We doubt that busy immigration officials charged with reviewing asylum applications and attachments would welcome such an onerous rule, and we decline to endorse it. See Chun Sui Yuan, 827 F.3d at 654-55 (remanding where adverse credibility determination rested in part on slight inconsistencies between petitioner’s statements and medical report that could have been explained by the impact of petitioner’s injuries, his lack of sophistication, or translation errors) (“That greater detail is provided in live testimony than was included in an asylum application is not a reason to reject a petitioner’s testimony as not credible.”); see also Tarraf, 495 F.3d at 532 (“We . . . have noted that the failure to mention, in an asylum application, certain details that later appear in live testimony does not render an alien’s testimony per se incredible.”).[5]

The immigration judge also cited an apparent inconsistency between two translated medical certificates relating to Cojocari’s October 2009 treatment. A certificate that Cojocari submitted with his asylum application said that he suffered a dislocated right shoulder and bruises on his right arm. Another certificate said that Cojocari suffered a closed fracture of the “radial bone” in his right arm along with “multiple hematomas” (i.e., bruises).
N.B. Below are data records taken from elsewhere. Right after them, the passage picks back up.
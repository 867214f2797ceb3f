//! Conductance tables and characterisation checked by hand against
//! published relations, and the table readers fuzzed like the netlist
//! readers (random and mutated text: an error or a table, never a panic).

use proptest::prelude::*;
use ribbonmap::device::characterize::characterize_cell;
use ribbonmap::device::kit::parse_kit;
use ribbonmap::device::table_csv::parse_csv_table;
use ribbonmap::device::table_json::parse_json_table;
use ribbonmap::device::CONDUCTANCE_QUANTUM_S;
use std::path::Path;

fn kit(cells: &str) -> ribbonmap::device::DeviceKit {
    let text = format!(
        "{{\"format\": \"ribbonmap-devices/1\", \"name\": \"hand\", \"supply_v\": 0.2, \"gate_capacitance_af\": 30, \"output_capacitance_af\": 40, \"cells\": [{cells}]}}"
    );
    parse_kit(&text, "hand.json", Path::new(".")).unwrap()
}

fn inverter(up: &str, down: &str) -> ribbonmap::device::CellCharacter {
    let k = kit("{\"name\": \"inv\", \"inputs\": [\"a\"], \"pull_up\": \"u\", \"pull_down\": \"d\", \"area\": 1}");
    let up = parse_csv_table(up, "up.csv").unwrap();
    let down = parse_csv_table(down, "down.csv").unwrap();
    characterize_cell(
        &k,
        &k.cells[0],
        (up, "0".repeat(64)),
        (down, "0".repeat(64)),
    )
    .unwrap()
}

/// Voltage divider (common practice; Rabaey et al. 2003, static CMOS
/// inverter analysis): with the pull-up r times the pull-down, the output
/// is Vdd · r / (r + 1). Here r = 99 at a = 0 and 1/49 at a = 1.
#[test]
fn divider_ratio_gives_voh_and_vol() {
    let c = inverter("a,g[uS]\n0,9.9\n0.2,0.2\n", "a,g[uS]\n0,0.1\n0.2,9.8\n");
    let r: f64 = 99.0;
    assert!((c.voh - 0.2 * r / (r + 1.0)).abs() < 1e-12, "{}", c.voh);
    let r: f64 = 0.2 / 9.8;
    assert!((c.vol - 0.2 * r / (r + 1.0)).abs() < 1e-12, "{}", c.vol);
    assert_eq!(c.truth, 0b01);
    // On/off: pull-up 9.9 / 0.2, pull-down 9.8 / 0.1.
    assert!((c.pull_up_on_off - 49.5).abs() < 1e-9);
    assert!((c.pull_down_on_off - 98.0).abs() < 1e-9);
    // Static current Vdd·Gu·Gd/(Gu+Gd) at a = 0: 0.2 · 9.9 · 0.1 / 10 µA.
    assert!((c.rows[0].current_a - 0.2 * 9.9e-6 * 0.1e-6 / 10e-6).abs() < 1e-18);
    // First-order RC: t50 = ln 2 · C / (Gu + Gd) with the slowest row
    // (a = 0: 10 µS; a = 1: 10 µS as well); 40 aF / 10 µS = 4 ps.
    assert!((c.step_intrinsic_ps - std::f64::consts::LN_2 * 4.0).abs() < 1e-9);
    assert!((c.step_per_load_ps - std::f64::consts::LN_2 * 3.0).abs() < 1e-9);
    // One cell alone has no reference inverter to drive it: the library's
    // figures are the step figures.
    assert_eq!(c.intrinsic_ps, c.step_intrinsic_ps);
    assert!(c.delay_fit.is_none());
    // ½ C V²: 0.5 · 40 aF · 0.04 V² = 0.8 aJ.
    assert!((c.switch_energy_aj - 0.8).abs() < 1e-12);
}

/// First-order RC (common practice; Rabaey et al. 2003): after a step at
/// the input, the output relaxes exponentially with τ = C / (Gu + Gd) of
/// the final state and, with levels symmetric about Vdd/2, crosses Vdd/2
/// after t50 = τ·ln 2. The integrator of `device::switching` must give it:
/// here Gu/Gd = 9/1 µS at a = 0 and 1/9 µS at a = 0.2 V, C = 50 aF, so
/// τ = 5 ps, the output goes from 0.18 V to 0.02 V, and t50 = 5·ln 2 ps.
#[test]
fn switching_integrator_step_gives_first_order_rc_delay() {
    use ribbonmap::device::switching::{delay_50, Arc, Stage, Waveform};
    let up = parse_csv_table("a,g[uS]\n0,9\n0.2,1\n", "up.csv").unwrap();
    let down = parse_csv_table("a,g[uS]\n0,1\n0.2,9\n", "down.csv").unwrap();
    let stage = Stage {
        pull_up: &up,
        pull_down: &down,
        supply_v: 0.2,
        logic_low_v: 0.0,
        logic_high_v: 0.2,
        capacitance_af: 50.0,
    };
    let arc = Arc {
        input: 0,
        row: 0,
        input_rises: true,
    };
    let input = Waveform::step(0.0, 0.2, 1.0, 0.001, 40.0);
    let out = stage.respond(arc, &input);
    assert!(
        (out.volts[0] - 0.18).abs() < 1e-12,
        "static start {}",
        out.volts[0]
    );
    let expected = 5.0 * std::f64::consts::LN_2;
    let t50 = delay_50(&input, &out, 0.1, 0.1).unwrap();
    assert!((t50 - expected).abs() < 0.01, "{t50} vs {expected}");
    // The early-stopping form gives the same crossing.
    let t = stage.output_crossing(arc, &input, 0.1, 40.0).unwrap();
    assert!((t - 1.0 - expected).abs() < 0.01, "{t}");
    // Towards the final divider value 0.2 · 1/10: 39 ps = 7.8 τ after the
    // step, 0.16 V · exp(−7.8) = 65 µV remain.
    let left = out.volts[out.volts.len() - 1] - 0.02;
    assert!(
        (left - 0.16 * (-39.0f64 / 5.0).exp()).abs() < 1e-6,
        "{left}"
    );
}

/// The conductance quantum 2e²/h from the exact 2019-SI values of e and h
/// (CODATA 2018 gives 7.748091729e-5 S).
#[test]
fn conductance_quantum_codata_2018() {
    let e = 1.602_176_634e-19_f64;
    let h = 6.626_070_15e-34_f64;
    assert!((2.0 * e * e / h - CONDUCTANCE_QUANTUM_S).abs() < 1e-17);
    assert!((CONDUCTANCE_QUANTUM_S - 7.748_091_729e-5).abs() < 1e-14);
}

/// A table in transmission units: T = 0.5 is half the quantum, and a cell
/// whose pull-up is T = 0.5 against a pull-down of T = 0.005 gives the
/// divider output 0.2 · 100/101 V and I = Vdd · G0 · 0.5 · 0.005 / 0.505.
#[test]
fn table_in_g0_units() {
    let up = parse_csv_table("a,g[G0]\n0,0.5\n0.2,0.005\n", "t.csv").unwrap();
    assert!((up.values[0] - 0.5 * 7.748_091_729e-5).abs() < 1e-14);
    let c = inverter("a,g[G0]\n0,0.5\n0.2,0.005\n", "a,g[G0]\n0,0.005\n0.2,0.5\n");
    assert!((c.voh - 0.2 * 100.0 / 101.0).abs() < 1e-12);
    let expected = 0.2 * CONDUCTANCE_QUANTUM_S * 0.5 * 0.005 / 0.505;
    assert!((c.rows[0].current_a - expected).abs() / expected < 1e-12);
}

/// A cell whose transfer curve is linear with gain below 1 does not restore
/// levels: VIL = VIH = VM (Rabaey et al. 2003: the thresholds need |gain| = 1).
#[test]
fn gain_below_one_is_not_restoring() {
    // Gu + Gd = 1.1 µS everywhere, V linear in a with slope 0.2·4.5/1.1 = 0.82.
    let c = inverter("a,g[uS]\n0,1\n0.2,0.1\n", "a,g[uS]\n0,0.1\n0.2,1\n");
    assert!(!c.restoring);
    assert!((c.vil - c.vm).abs() < 1e-12 && (c.vih - c.vm).abs() < 1e-12);
    assert!((c.vm - 0.1).abs() < 1e-6);
    assert!((c.curves[0].max_gain - 0.2 * 4.5 / 1.1).abs() < 1e-6);
}

const SEED_CSV: &str = "# t\na,b,g[uS]\n0,0,1\n0.1,0,2\n0.2,0,3\n0,0.2,4\n0.1,0.2,5\n0.2,0.2,6\n";
const SEED_JSON: &str = "{\"format\": \"ribbonmap-conductance/1\", \"inputs\": [\"a\", \"b\"], \"unit\": \"G0\",\n \"axes\": [[0, 0.1, 0.2], [0, 0.2]],\n \"values\": [1, 2, 3, 4, 5, 6]}\n";
const SNIPPETS: &[&str] = &[
    ",", "\n", "[", "]", "{", "}", "\"", "-", "0", "1e308", "NaN", "inf", "g[G0]", "#", " ",
    "1e-400", ":", "\u{e9}",
];

fn read_both(text: &str) {
    let parsed = [
        parse_csv_table(text, "fuzz.csv"),
        parse_json_table(text, "fuzz.json"),
    ];
    for t in parsed.into_iter().flatten() {
        // A table that reads must interpolate anywhere without panicking.
        let volts = vec![0.05; t.arity()];
        let g = t.conductance(&volts);
        assert!(g.is_finite() && g > 0.0);
    }
}

proptest! {
    #![proptest_config(ProptestConfig { cases: 1024, ..ProptestConfig::default() })]

    #[test]
    fn random_bytes_never_panic(bytes in proptest::collection::vec(any::<u8>(), 0..300)) {
        read_both(&String::from_utf8_lossy(&bytes));
    }

    #[test]
    fn mutated_tables_never_panic(json in any::<bool>(),
                                  edits in proptest::collection::vec((any::<u16>(), 0u8..4, 0usize..SNIPPETS.len()), 1..6)) {
        let seed = if json { SEED_JSON } else { SEED_CSV };
        let mut text: Vec<char> = seed.chars().collect();
        for (pos, op, snippet) in edits {
            let at = pos as usize % (text.len() + 1);
            match op {
                0 => { text.splice(at..at, SNIPPETS[snippet].chars()); }
                1 => { let end = (at + 1 + snippet).min(text.len()); text.drain(at..end); }
                2 => text.truncate(at),
                _ => { if at < text.len() { text[at] = SNIPPETS[snippet].chars().next().unwrap_or('x'); } }
            }
        }
        let text: String = text.into_iter().collect();
        read_both(&text);
    }
}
The difference between these descriptions seems too slender a reed on which to rest an adverse credibility finding. For all we know, the discrepancy may be attributable to translation errors. The two certificates were translated from handwritten physicians’ records by different translators at different times. Cojocari certainly cannot be faulted for any mistakes in translation. See Kueviakoe v. U.S. Attorney General, 567 F.3d 1301, 1305 (11th Cir. 2009) (rejecting as “wholly immaterial” a discrepancy between petitioner’s live testimony about a “car” and his written statement about a “truck,” where petitioner’s words were translated, “suggesting that he was not the one making the word choice”). Moreover, a third certificate—prepared by the same translator who had noted Cojocari’s closed fracture—said that he suffered a dislocated right shoulder in October 2009. During his hearings, Cojocari repeatedly testified that he suffered a shoulder injury, and neither the judge nor the government confronted him about the possible inconsistency between two of the medical certificates. There is no reason to believe that Cojocari fabricated either of these documents. The immigration judge made no finding that the medical certificates were falsified in any way.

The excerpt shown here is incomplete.